On June 7, the Department of Justice (DOJ) announced that it seized 63.7 of the 75 bitcoins paid by Colonial Pipeline to ransomware attackers last month. The recovered bitcoins were valued at $2.3 million at the time of seizure. The seizure represents a significant victory for the DOJ as it steps up efforts to combat cyberattacks.

The Colonial Pipeline attack disrupted operations that supplied roughly 45% of the East Coast’s fuel. This led to gas shortages, price spikes and the federal government declaring a state of emergency in 17 states.

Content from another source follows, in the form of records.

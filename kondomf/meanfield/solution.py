"""A solution with the evidence for what it is."""

from dataclasses import dataclass, field
from typing import Any

import numpy as np
from numpy.typing import NDArray

from kondomf.meanfield.zero_modes import ZeroModes
from kondomf.meanfield.zone import ZoneRule
from kondomf.model import MeanFieldModel

Array = NDArray[np.float64]


@dataclass(frozen=True)
class Trial:
    """How one start of a search ended; F in meV per cell."""

    start: str
    status: str
    free_energy_meV_per_cell: float
    largest_hybridization: float


@dataclass(frozen=True)
class Solution:
    """A stationary Gaussian state (or the best reached) of a model on a zone rule.

    Attributes
    ----------
    phi, p : (N,) fields in meV and correlators of the channels.
    correlators : (NR, n, n) <i gamma_a(0) gamma_b(R)> for all Majoranas, R over model.lattice_vectors.
    multipliers : (M,) meV, named by model.constraint_names; the first is -mu.
    free_energy_meV_per_cell : F = <H> - T S at fixed filling, without mu N, per primitive cell.
    status : "minimum", "minimum-in-class", "saddle" or "not-converged"; `message` says why.
    curvature_min : lowest curvature in the searched class, for a decoupled state over its gauge copies.
    curvatures : the lowest dozen, ascending; curvature_full_space : lowest in the space of all fields.
    zone_error_meV : change of F when the grid is doubled at frozen mean fields.
    evaluations : Bloch matrices diagonalised, all starts and error estimates included.
    history : per step (name, matrices, F in meV per magnetic cell, largest residual in meV).
    """

    model: MeanFieldModel
    zone: ZoneRule
    phi: Array
    p: Array
    correlators: Array
    multipliers: Array
    free_energy_meV_per_cell: float
    entropy_kB_per_cell: float
    status: str
    message: str
    phase_class: str
    start: str
    residual_meV: float
    constraint_error: float
    curvature_min: float | None
    curvature_full_space: float | None
    curvatures: tuple[float, ...]
    zero_modes: ZeroModes | None
    zone_error_meV: float | None
    evaluations: int
    wall_seconds: float
    history: tuple[tuple[str, int, float, float], ...]
    trials: tuple[Trial, ...]
    inputs: dict[str, Any] = field(repr=False)

    @property
    def chemical_potential_meV(self) -> float:
        return -float(self.multipliers[0])

    @property
    def filling(self) -> float:
        """Electrons per conduction site of the state itself."""
        return 1 + float(self.model.c[0] @ self.p) / self.model.cell.n_sites

    @property
    def converged(self) -> bool:
        return self.status in ("minimum", "minimum-in-class")
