"""Which Gaussian states are stationary, and are they minima? MeanFieldModel to Solution."""

from kondomf.meanfield.driver import Settings
from kondomf.meanfield.search import named_start, solve
from kondomf.meanfield.solution import Minimum, Solution, Trial, chance_of_another, distinct_minima
from kondomf.meanfield.starts import Start, carried_over
from kondomf.meanfield.state import load_state, save_state

__all__ = [
    "Minimum",
    "Settings",
    "Solution",
    "Start",
    "Trial",
    "carried_over",
    "chance_of_another",
    "distinct_minima",
    "load_state",
    "named_start",
    "save_state",
    "solve",
]
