"""The one loop that takes fields downhill to a stationary point and certifies what it is."""

from collections.abc import Callable
from dataclasses import dataclass, replace
from typing import Any

import numpy as np
from numpy.typing import NDArray

from kondomf.meanfield.curvature import Curvature, curvature_at, gauge_copies, supported
from kondomf.meanfield.problem import CONSTRAINT_TOLERANCE, ROUNDING, Point, Problem, point_at
from kondomf.meanfield.steps import Mixing, StationaryNewton, Step, TrustRegion

Array = NDArray[np.float64]

MOST_CORRECTIONS = 1
"""Corrections of a trial step; each costs as much as the trial itself."""


@dataclass(frozen=True)
class Settings:
    """When to stop and what to accept.

    residual : largest residual component of a solution, in units of the largest coupling.
    curvature : a lower curvature than minus this makes a saddle.
    decoupled : correlators between spinons and electrons below this count as none.
    mixing_steps, newton_steps : step limits of the two phases.
    keep_saddle : go to the nearest stationary point, even a saddle, instead of always downhill.
    """

    residual: float = 1e-9
    curvature: float = 1e-6
    decoupled: float = 1e-6
    mixing_steps: int = 4
    newton_steps: int = 120
    keep_saddle: bool = False


@dataclass(frozen=True)
class Descent:
    """Where a start ended: point, status, why, and the history of (step, matrices, F, residual).

    curvature : at the point; curvature_min : its lowest, over all gauge copies when the point is decoupled.
    """

    point: Point
    status: str
    message: str
    curvature: Curvature | None
    curvature_min: float | None
    history: tuple[tuple[str, int, float, float], ...]


def is_stationary(point: Point, scale: float, settings: Settings) -> bool:
    """True when residual and constraints are within tolerance."""
    small = np.abs(point.residual).max(initial=0.0) <= settings.residual * scale
    return bool(small and point.constraint_error <= 10 * CONSTRAINT_TOLERANCE)


def is_decoupled(problem: Problem, point: Point, settings: Settings) -> bool:
    """True when no correlator joins spinons and electrons (all hybridizations vanish)."""
    return bool(np.abs(point.p[problem.model.hybridization]).max(initial=0.0) < settings.decoupled)


def descend(
    problem: Problem,
    fields: Array,
    settings: Settings | None = None,
    progress: Callable[[str, int, float, float], None] | None = None,
) -> Descent:
    """Lower F from the fields (N,) until a certified stationary point or a step limit; F never rises.

    Never raises on numerical trouble: the status says "minimum", "saddle" or "not-converged".
    `progress` is called after every step with (step name, matrices so far, F, largest residual), as in the history.
    """
    settings = settings or Settings()
    history: list[tuple[str, int, float, float]] = []

    def record(name: str, at: Point) -> None:
        history.append((name, problem.matrices, at.free_energy, float(np.abs(at.residual).max(initial=0.0))))
        if progress:
            progress(*history[-1])

    point = point_at(problem, fields)
    record("start", point)
    if not point.is_finite:
        return Descent(point, "not-converged", "the start has no finite free energy", None, None, tuple(history))
    newton: Step = StationaryNewton() if settings.keep_saddle else TrustRegion()
    phases: tuple[tuple[Step, int], ...] = ((Mixing(), settings.mixing_steps), (newton, settings.newton_steps))
    try:
        for step, limit in phases:
            point, verdict = _go_down(problem, point, step, limit, settings, record)
            if verdict is not None:
                return replace(verdict, history=tuple(history))
    except np.linalg.LinAlgError as error:
        return Descent(point, "not-converged", f"linear algebra failed: {error}", None, None, tuple(history))
    message = f"not stationary after {len(history) - 1} steps; try another start, seed or temperature"
    return Descent(point, "not-converged", message, None, None, tuple(history))


def _go_down(
    problem: Problem, point: Point, step: Step, limit: int, settings: Settings, record: Callable[[str, Point], None]
) -> tuple[Point, Descent | None]:
    """At most `limit` steps of one kind; the verdict if they end at a minimum (or a saddle that is to be kept)."""
    scale = problem.model.scale
    memory, left_saddle = step.init(), None
    for _ in range(limit):
        if point is not left_saddle and is_stationary(point, scale, settings):
            verdict, point = certify(problem, point, settings)
            if verdict.status == "minimum" or settings.keep_saddle:
                return point, verdict
            if not step.leaves_saddles:
                break
            left_saddle, memory = point, step.init()
        change, memory = step.propose(problem, point, memory)
        trial = _trial(problem, point, step, change, memory)
        # A state that violates its constraints has no energy to compare.
        solved = trial.constraint_error <= max(10 * CONSTRAINT_TOLERANCE, point.constraint_error)
        accepted = trial.is_finite and solved and step.improves(point, trial, ROUNDING * scale)
        memory = step.judge(memory, accepted, trial.free_energy - point.free_energy)
        if accepted:
            point = trial
        record(step.name, point)
    return point, None


def certify(problem: Problem, point: Point, settings: Settings) -> tuple[Descent, Point]:
    """Verdict on a stationary point, and the point to go on from: for a decoupled state the softest gauge copy.

    The gauge copies of a decoupled state are the same physical state but see different uniform hybridizations, so
    its lowest curvature is the lowest over all of them.
    """
    point, here = _with_curvature(problem, point, settings)
    softest, lowest = point, here.lowest
    if is_decoupled(problem, point, settings):
        for copy in gauge_copies(problem, point):
            copy, curvature = _with_curvature(problem, copy, settings)
            if curvature.lowest < lowest:
                softest, lowest = copy, curvature.lowest
    if lowest >= -settings.curvature:
        return Descent(point, "minimum", "stationary; F falls in no direction", here, lowest, ()), point
    return Descent(point, "saddle", "stationary; there are directions in which F falls", here, lowest, ()), softest


def _with_curvature(problem: Problem, point: Point, settings: Settings) -> tuple[Point, Curvature]:
    """A stationary point, with other free multipliers if its own leave the curvature negative, and its curvature."""
    here = curvature_at(problem, point)
    other, curvature = supported(problem, point, here)
    return (other, curvature) if is_stationary(other, problem.model.scale, settings) else (point, here)


def _trial(problem: Problem, point: Point, step: Step, change: Array, memory: Any) -> Point:
    """Point at the proposed change, with the step's corrections while they lower F."""
    # A change leaves constraint errors of second order; solving them much better than that is waste on the way, since
    # F is right to first order in them.
    size = float(np.abs(change).max(initial=0.0)) / problem.model.scale
    tolerance = float(np.clip(size**2, CONSTRAINT_TOLERANCE, 1e-6))
    trial = _moved(problem, point, change, tolerance)
    for _ in range(MOST_CORRECTIONS):
        correction = step.correct(problem, point, trial, memory) if trial.is_finite else None
        if correction is None:
            break
        corrected = _moved(problem, trial, correction, tolerance)
        if not corrected.free_energy < trial.free_energy:
            break
        trial = corrected
    # Where the constrained quantities hardly respond, the second order is not small: F is compared without it.
    solved = trial.constraint_error <= CONSTRAINT_TOLERANCE or not trial.is_finite
    return trial if solved else point_at(problem, trial.phi)


def _moved(problem: Problem, point: Point, change: Array, tolerance: float) -> Point:
    fields = point.phi.copy()
    fields[problem.model.active] += problem.project(change)
    return point_at(problem, fields, tolerance)
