import type { Forecast } from '../../src-main/contract/results.ts';
import { figure, given } from '../text/quantity.ts';

/** What puts a forecast's figures in doubt: what its engine says, and arithmetic that is worse than the tolerance. */
export function cautionsOf({
  clamp,
  numerical,
  ...forecast
}: Pick<Forecast, 'clamp' | 'numerical'> & Partial<Pick<Forecast, 'cautions'>>): string[] {
  // Rehearsals of earlier engines were stored without any.
  const own = forecast.cautions ?? [];
  const off = Math.abs(numerical.clampError_mV ?? 0);
  if (clamp?.tolerance.unit !== 'mV' || off <= clamp.tolerance.value) return [...own];
  if (own.some((words) => /numerical/i.test(words))) return [...own];
  const tolerance = given(clamp.tolerance.value, 'mV');
  return [
    ...own,
    `The numerical uncertainty of the clamp error, ${figure(off, 'mV', 2)}, is above the tolerance of ${tolerance}: halving compartments and step changes the figures by more than is asked of them. Do not rely on them.`,
  ];
}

Hacking group DarkSide claimed responsibility and announced its “retirement” shortly after, citing its own monetary success and increasing pressure from U.S. law enforcement.

The US Government Increases Its Focus on Cybersecurity

A seizure of this magnitude is relatively unusual and demonstrates the attention and resources that the DOJ is devoting to ransomware. Calling ransomware payments “the fuel that propels the digital extortion engine,” the DOJ said it will “continue to target the entire ransomware ecosystem to disrupt and deter these attacks.” The DOJ also thanked Colonial Pipeline for “quickly notifying the FBI when they learned that they were targeted by DarkSide.” 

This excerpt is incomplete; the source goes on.